BEGIN Stored data
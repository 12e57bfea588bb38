#pragma once
// Apparent barrier height and decay constant from measured I(z) curves.
//
// In the planar tunnelling picture I ∝ exp(-2 κ z) with κ = sqrt(2 m φ)/ħ, so the slope of ln|I|
// against z gives the decay constant κ and the apparent barrier height
//   φ_ap = (ħ²/8m) (d ln|I|/dz)² = ħ² κ² / (2m)
// (Binnig, Rohrer, Gerber, Weibel, Appl. Phys. Lett. 40, 178 (1982); Chen, Introduction to Scanning
// Tunneling Microscopy, 2nd ed. (2008), eq. 1.9).
#include <cstddef>
#include <span>
#include <string>
#include <string_view>
#include <vector>

#include "tipgap/io/curve_io.hpp"
#include "tipgap/core/enum_names.hpp"
#include "tipgap/core/error.hpp"

namespace tipgap {

// ---------------------------------------------------------------------------------------------
// Building block: weighted straight-line least squares y = intercept + slope x, solved by SVD of
// the weighted design matrix (no normal equations), with the covariance scaled by the residual
// variance, s² = Σ w r² / (n - 2) (as scipy.optimize.curve_fit with absolute_sigma=False).
struct line_fit {
    double intercept = 0.0;
    double slope = 0.0;
    double intercept_stderr = 0.0;
    double slope_stderr = 0.0;
    double covariance = 0.0;          // cov(intercept, slope)
    double residual_std = 0.0;        // s = sqrt(Σ w r² / (n - 2)) (in y units when w = 1)
    double r_squared = 0.0;           // 1 - Σ w r² / Σ w (y - ȳ_w)²
    double residual_rms = 0.0;        // sqrt(Σ r² / n), unweighted
    std::size_t points = 0;
};

// x, y: same length >= 3, finite. weights: empty (all 1) or the same length, each > 0 (1/σ²).
line_fit fit_line(std::span<const double> x, std::span<const double> y, std::span<const double> weights = {});

// ---------------------------------------------------------------------------------------------
enum class fit_model {
    linear,  // weighted linear least squares of ln|I| against z
    offset,  // I = I0 exp(-2 κ (z - z_ref)) + c by weighted nonlinear least squares (Levenberg-
             // Marquardt), weights from the noise model σ² = σ_I² + (ε μ)² estimated with the fit
};
template <>
struct enum_names<fit_model> {
    static constexpr enum_name<fit_model> table[] = {{fit_model::linear, "linear"}, {fit_model::offset, "offset"}};
};

struct fit_options {
    // The default: the offset and the noise model are estimated with κ (honest intervals with an
    // amplifier offset and gap jitter); linear is faster and kept for maps.
    fit_model model = fit_model::offset;
    // Current below which a point is noise (A, >= 0; 0 = estimate from the far tail, see
    // estimate_noise). Points with |I| below it are not used by the linear model.
    double noise_floor_A = 0.0;
    // Amplifier saturation (A, >= 0; 0 = detect a flat top). Points with |I| at or above it are
    // not used by either model.
    double saturation_A = 0.0;
    // Standard deviation of the current noise (A, >= 0; 0 = estimate). Sets the weights of the
    // linear fit, σ_lnI = σ_I/|I|, and holds σ_I of the offset model's noise model.
    double current_noise_A = 0.0;
    // Relative piezo calibration uncertainty u (dimensionless, [0, 0.5)). z_true = z (1 ± u), so κ
    // carries a relative uncertainty u and φ_ap 2u, added in quadrature to the statistical error.
    double calibration_uncertainty = 0.0;
    // Confidence level of the reported intervals ([0.5, 0.9999], default 0.95).
    double confidence_level = 0.95;
    // Sliding-window profile φ_ap(z): window in points (>= 4; 0 = use window_m or the default
    // max(8, n_used/5)), or in length (m, > 0; used when window_points is 0).
    std::size_t window_points = 0;
    double window_m = 0.0;
    // Tip-sample distance at the point of contact, used to put an absolute gap scale on z
    // (m, > 0; 0.25 nm is common practice, no source).
    double contact_distance_m = 0.25e-9;
    // Levenberg-Marquardt iteration limit for the offset model (function evaluations, >= 10).
    int max_evaluations = 2000;

    // Throws tipgap::error (input, naming the field) when a value is out of range.
    void validate() const;
};

// How the noise level of a sweep was obtained (see estimate_noise for the rules).
struct noise_estimate {
    double noise_floor_A = 0.0;     // threshold |I| below which points are noise
    double current_noise_A = 0.0;   // σ_I
    double tail_offset_A = 0.0;     // median current of the far tail (signed)
    bool floor_reached = false;     // the far tail is flat: the curve has reached its noise floor
};

// Estimates the current noise and the noise floor of one sweep from its far tail (largest z).
//   tail          = the farthest max(8, n/5) points (at most n/2)
//   σ_I           = 1.4826 · MAD(ΔI_tail) / √2   (first differences cancel the slow decay; the MAD
//                   rejects outliers; 1.4826 makes the MAD a Gaussian σ)
//   floor reached  when the tail's own robust spread 1.4826 · MAD(I_tail) is below 2 σ_I, i.e. the
//                   tail shows no decay beyond its noise
//   noise floor   = |median(I_tail)| + 3 σ_I when the floor is reached, otherwise 3 σ_I
// z_m, current_A: same length >= 3 (any order).
noise_estimate estimate_noise(std::span<const double> z_m, std::span<const double> current_A);

struct profile_point {
    double z_m = 0.0;                       // window centre (mean z of its points), m
    double gap_m = 0.0;                     // absolute gap at z_m when a contact was found, else NaN
    double decay_constant_per_m = 0.0;      // κ in the window, 1/m
    double decay_constant_stderr_per_m = 0.0;
    double apparent_barrier_J = 0.0;        // φ_ap in the window, J
    double apparent_barrier_stderr_J = 0.0;
    std::size_t points = 0;
};

enum class contact_kind { none, jump, plateau };
template <>
struct enum_names<contact_kind> {
    static constexpr enum_name<contact_kind> table[] = {
        {contact_kind::none, "none"}, {contact_kind::jump, "jump"}, {contact_kind::plateau, "plateau"}};
};

struct contact_result {
    contact_kind kind = contact_kind::none;
    double z_m = 0.0;             // z at which contact forms: midpoint between the last contact
                                  // point and the first tunnelling point, m
    double conductance_G0 = 0.0;  // conductance on the contact side in units of G0 = 2e²/h (NaN
                                  // without a bias in the metadata)
    double gap_offset_m = 0.0;    // gap = z + gap_offset_m, i.e. contact_distance - z_contact, m
    std::size_t points_in_contact = 0;  // close-end points excluded from the fit
};

enum class fit_status {
    converged,      // the fit finished normally
    not_converged,  // the offset model hit its iteration limit or stalled; values are the last iterate
};
template <>
struct enum_names<fit_status> {
    static constexpr enum_name<fit_status> table[] = {{fit_status::converged, "converged"},
                                                      {fit_status::not_converged, "not_converged"}};
};

struct fit_result {
    // The default: the offset and the noise model are estimated with κ (honest intervals with an
    // amplifier offset and gap jitter); linear is faster and kept for maps.
    fit_model model = fit_model::offset;
    sweep_direction direction = sweep_direction::unknown;
    fit_status status = fit_status::converged;
    std::string message;
    int iterations = 0;

    double decay_constant_per_m = 0.0;            // κ, 1/m
    double decay_constant_stderr_per_m = 0.0;     // standard error incl. calibration, 1/m
    double decay_constant_stat_stderr_per_m = 0.0;  // statistical part only, 1/m
    double decay_constant_ci_low_per_m = 0.0;     // confidence interval, 1/m
    double decay_constant_ci_high_per_m = 0.0;
    double apparent_barrier_J = 0.0;              // φ_ap = ħ²κ²/(2m), J
    double apparent_barrier_stderr_J = 0.0;       // 2 φ σ_κ/κ, J
    double apparent_barrier_ci_low_J = 0.0;       // φ_ap at the ends of the κ interval, J
    double apparent_barrier_ci_high_J = 0.0;
    double length_per_decade_m = 0.0;             // ln 10 / (2κ), m
    double prefactor_A = 0.0;                     // fitted |I| at z_ref (excluding the offset), A
    double prefactor_stderr_A = 0.0;              // A
    double z_ref_m = 0.0;                         // reference z of the prefactor (closest used point), m
    double offset_A = 0.0;                        // c of the offset model (0 for linear), A (signed
                                                  // like the current)
    double offset_stderr_A = 0.0;
    double r_squared = 0.0;                       // linear: weighted, of ln|I|; offset: of I
    double residual_rms_ln = 0.0;                 // RMS of ln|I| - ln|model| over the used points
    double residual_rms_A = 0.0;                  // RMS of I - model over the used points, A
    double reduced_chi_square = 0.0;              // Σ w r² / dof against the noise model, ≈ 1 when
                                                  // it holds (linear: w = (I_fit/σ_I)² on ln|I|;
                                                  // offset: w = 1/(σ_I² + (ε μ)²) on I)
    double relative_noise = 0.0;                  // ε of the offset model's noise model (0 for linear)
    double curvature_p_value = 1.0;               // offset: F test of a quadratic term in the
                                                  // exponent (small: ln|I - c| is curved); linear: 1
    double current_decades_used = 0.0;            // log10(max |I| / min |I|) over the used points
    double degrees_of_freedom = 0.0;              // points used - parameters
    double t_quantile = 0.0;                      // Student t quantile used for the intervals
    double confidence_level = 0.95;
    double calibration_uncertainty = 0.0;

    std::size_t points_total = 0;
    std::size_t points_used = 0;
    std::size_t points_below_floor = 0;  // outside contact, with |I| below the floor (unused by linear)
    std::size_t points_saturated = 0;

    double noise_floor_A = 0.0;          // threshold used, A
    bool noise_floor_estimated = false;
    double current_noise_A = 0.0;        // σ_I used for the weights (offset: of the noise model), A
    bool current_noise_estimated = false;
    double saturation_A = 0.0;           // saturation level used (0 = none), A
    bool saturation_detected = false;

    contact_result contact;
    std::vector<profile_point> profile;
    // The points the model used, as indices into the sweep's z_m/current_A, in ascending z.
    std::vector<std::size_t> used_rows;
    // Offset model: the covariance of (I0 [A], 2κ [1/m], c [A]) as a row-major 3x3 matrix (with
    // the same Birge scaling as the errors, signs as fitted: c with the sign of the signal), for
    // the confidence band of the fitted current in plots; empty for the linear model.
    std::vector<double> parameter_covariance;
    // The weighted line ln|I| = intercept + slope z of the linear model over the used points
    // (statistical covariance, no calibration); for the offset model, its linear starting fit.
    // Gives the confidence band of the fitted ln|I| in plots.
    line_fit line;
    std::vector<std::string> warnings;
};

// Fits one sweep. bias_V (V, may be NaN when unknown) is needed for contact conductance.
// `where` names the file in errors. Throws tipgap::error (input) when fewer than 3 points remain
// above the noise floor and below saturation (linear) or fewer than 4 below saturation (offset).
fit_result fit_sweep(const curve_sweep& sweep, double bias_V, const fit_options& options,
                     const location& where = {});

// Fits every sweep of a curve (approach and retract separately), in file order.
std::vector<fit_result> fit_curve(const measured_curve& curve, const fit_options& options);

// φ_ap in J for a decay constant κ in 1/m (ħ²κ²/2m, CODATA 2018 constants).
double apparent_barrier_from_decay(double decay_constant_per_m);

}  // namespace tipgap
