#pragma once
// The prose under the table of fitted sweeps (`tipgap fit`): the model comparison and the notes.
#include <string>
#include <vector>

#include "tipgap/fit/fitted_sweep.hpp"

namespace tipgap {

// The model comparison of each sweep that has one (mean work function, gap offset, ln prefactor,
// phi_ap against the mean work function, the fit's warnings), under a heading; "" when none has.
std::string model_comparison_text(const std::vector<fitted_sweep>& all);

// "notes:" and each sweep's warnings, the confidence level when it is not 95 %, and where each
// figure went (plot_path); "" when there is nothing to note.
std::string fit_notes_text(const std::vector<fitted_sweep>& all);

}  // namespace tipgap
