#pragma once
// Declared output columns of curve fits (tipgap/io/columns.hpp): what `fit` prints as a table,
// CSV and JSON, next to the results for the CLI and the Python module alike.
#include <vector>

#include "tipgap/fit/fit.hpp"
#include "tipgap/fit/fitted_sweep.hpp"
#include "tipgap/fit/model_fit.hpp"
#include "tipgap/io/columns.hpp"

namespace tipgap {

// The contact found on a sweep (JSON "contact"): kind, z_nm, conductance_G0 and gap_offset_nm
// (NaN without a contact), points_in_contact.
const std::vector<column<contact_result>>& contact_columns();

// One window of the phi_ap(z) profile (JSON "profile").
const std::vector<column<profile_point>>& profile_columns();

// The model comparison (JSON "model_fit"); numbers to 3 decimals in prose.
const std::vector<column<model_fit_result>>& model_fit_columns();

// Every output of a fitted sweep: file, direction, model, status, kappa and phi_ap with errors
// and intervals, nm per decade, prefactor, offset, statistics, point counts, noise, saturation,
// contact, profile, metadata, model comparison (JSON), plot, warnings. The table (fixed widths, no
// rule) shows file, sweep, model, kappa, phi_ap with their errors, the phi_ap interval, nm/decade,
// R^2 and points used/total. with_model: the CSV also gets the model comparison's columns
// (model_mean_work_function_eV, ..., model_status).
std::vector<column<fitted_sweep>> fitted_sweep_columns(bool with_model);

}  // namespace tipgap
END Stored data
Considering only the material above, set down every line from the one with "(0 = none), A" to the one with "linear model over the used points", inclusive, exactly as written.

    double saturation_A = 0.0;           // saturation level used (0 = none), A
    bool saturation_detected = false;

    contact_result contact;
    std::vector<profile_point> profile;
    // The points the model used, as indices into the sweep's z_m/current_A, in ascending z.
    std::vector<std::size_t> used_rows;
    // Offset model: the covariance of (I0 [A], 2κ [1/m], c [A]) as a row-major 3x3 matrix (with
    // the same Birge scaling as the errors, signs as fitted: c with the sign of the signal), for
    // the confidence band of the fitted current in plots; empty for the linear model.
    std::vector<double> parameter_covariance;
    // The weighted line ln|I| = intercept + slope z of the linear model over the used points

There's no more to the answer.